#### Required work
Show all lines containing "fitted" from the data below.

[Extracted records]
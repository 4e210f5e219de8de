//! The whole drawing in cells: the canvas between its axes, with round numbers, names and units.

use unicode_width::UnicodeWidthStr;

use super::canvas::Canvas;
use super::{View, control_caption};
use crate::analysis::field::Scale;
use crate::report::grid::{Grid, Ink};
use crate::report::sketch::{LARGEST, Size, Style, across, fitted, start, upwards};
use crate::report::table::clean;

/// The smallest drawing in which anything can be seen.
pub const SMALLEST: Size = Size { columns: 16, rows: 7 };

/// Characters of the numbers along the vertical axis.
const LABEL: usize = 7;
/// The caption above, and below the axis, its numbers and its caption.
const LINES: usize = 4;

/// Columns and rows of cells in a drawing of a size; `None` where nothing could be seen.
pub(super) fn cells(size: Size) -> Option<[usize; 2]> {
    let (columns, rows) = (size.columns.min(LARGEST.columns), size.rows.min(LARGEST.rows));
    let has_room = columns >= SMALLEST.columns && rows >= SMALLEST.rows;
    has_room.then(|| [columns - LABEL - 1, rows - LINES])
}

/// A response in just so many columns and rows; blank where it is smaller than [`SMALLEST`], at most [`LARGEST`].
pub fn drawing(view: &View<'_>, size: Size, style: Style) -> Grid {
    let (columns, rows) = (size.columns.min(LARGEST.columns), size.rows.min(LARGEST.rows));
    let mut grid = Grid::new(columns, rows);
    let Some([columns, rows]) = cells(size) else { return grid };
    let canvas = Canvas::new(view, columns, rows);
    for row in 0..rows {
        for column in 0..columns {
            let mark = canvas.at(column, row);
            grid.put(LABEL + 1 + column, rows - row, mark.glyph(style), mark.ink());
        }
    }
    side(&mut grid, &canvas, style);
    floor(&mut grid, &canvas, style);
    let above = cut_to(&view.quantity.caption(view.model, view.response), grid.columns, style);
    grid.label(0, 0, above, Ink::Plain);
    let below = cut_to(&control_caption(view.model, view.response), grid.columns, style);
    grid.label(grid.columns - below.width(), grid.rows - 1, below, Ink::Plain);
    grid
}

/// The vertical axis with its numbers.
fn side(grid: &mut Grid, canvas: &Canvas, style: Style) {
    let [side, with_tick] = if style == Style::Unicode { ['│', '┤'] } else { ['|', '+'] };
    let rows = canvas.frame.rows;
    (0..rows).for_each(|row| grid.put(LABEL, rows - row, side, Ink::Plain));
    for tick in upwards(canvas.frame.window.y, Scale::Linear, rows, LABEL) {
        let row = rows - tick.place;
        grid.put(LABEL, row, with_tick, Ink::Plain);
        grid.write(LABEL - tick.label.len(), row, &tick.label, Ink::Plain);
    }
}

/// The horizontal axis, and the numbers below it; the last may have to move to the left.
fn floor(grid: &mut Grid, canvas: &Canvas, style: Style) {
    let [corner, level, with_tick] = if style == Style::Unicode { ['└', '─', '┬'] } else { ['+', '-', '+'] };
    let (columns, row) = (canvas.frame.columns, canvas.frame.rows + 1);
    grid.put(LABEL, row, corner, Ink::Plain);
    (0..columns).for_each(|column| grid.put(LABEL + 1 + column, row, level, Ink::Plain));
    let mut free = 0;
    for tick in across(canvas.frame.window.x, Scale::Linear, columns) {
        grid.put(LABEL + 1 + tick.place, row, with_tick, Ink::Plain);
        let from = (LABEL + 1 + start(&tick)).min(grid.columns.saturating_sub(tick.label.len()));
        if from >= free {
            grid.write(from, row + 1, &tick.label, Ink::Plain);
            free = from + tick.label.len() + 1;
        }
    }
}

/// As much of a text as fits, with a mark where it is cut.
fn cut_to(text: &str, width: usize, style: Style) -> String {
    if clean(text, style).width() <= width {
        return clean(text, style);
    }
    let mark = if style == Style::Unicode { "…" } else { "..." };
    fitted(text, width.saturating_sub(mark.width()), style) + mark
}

#### Response
use crate::report::sketch::{LARGEST, Size, Style, across, fitted, start, upwards};
    fitted(text, width.saturating_sub(mark.width()), style) + mark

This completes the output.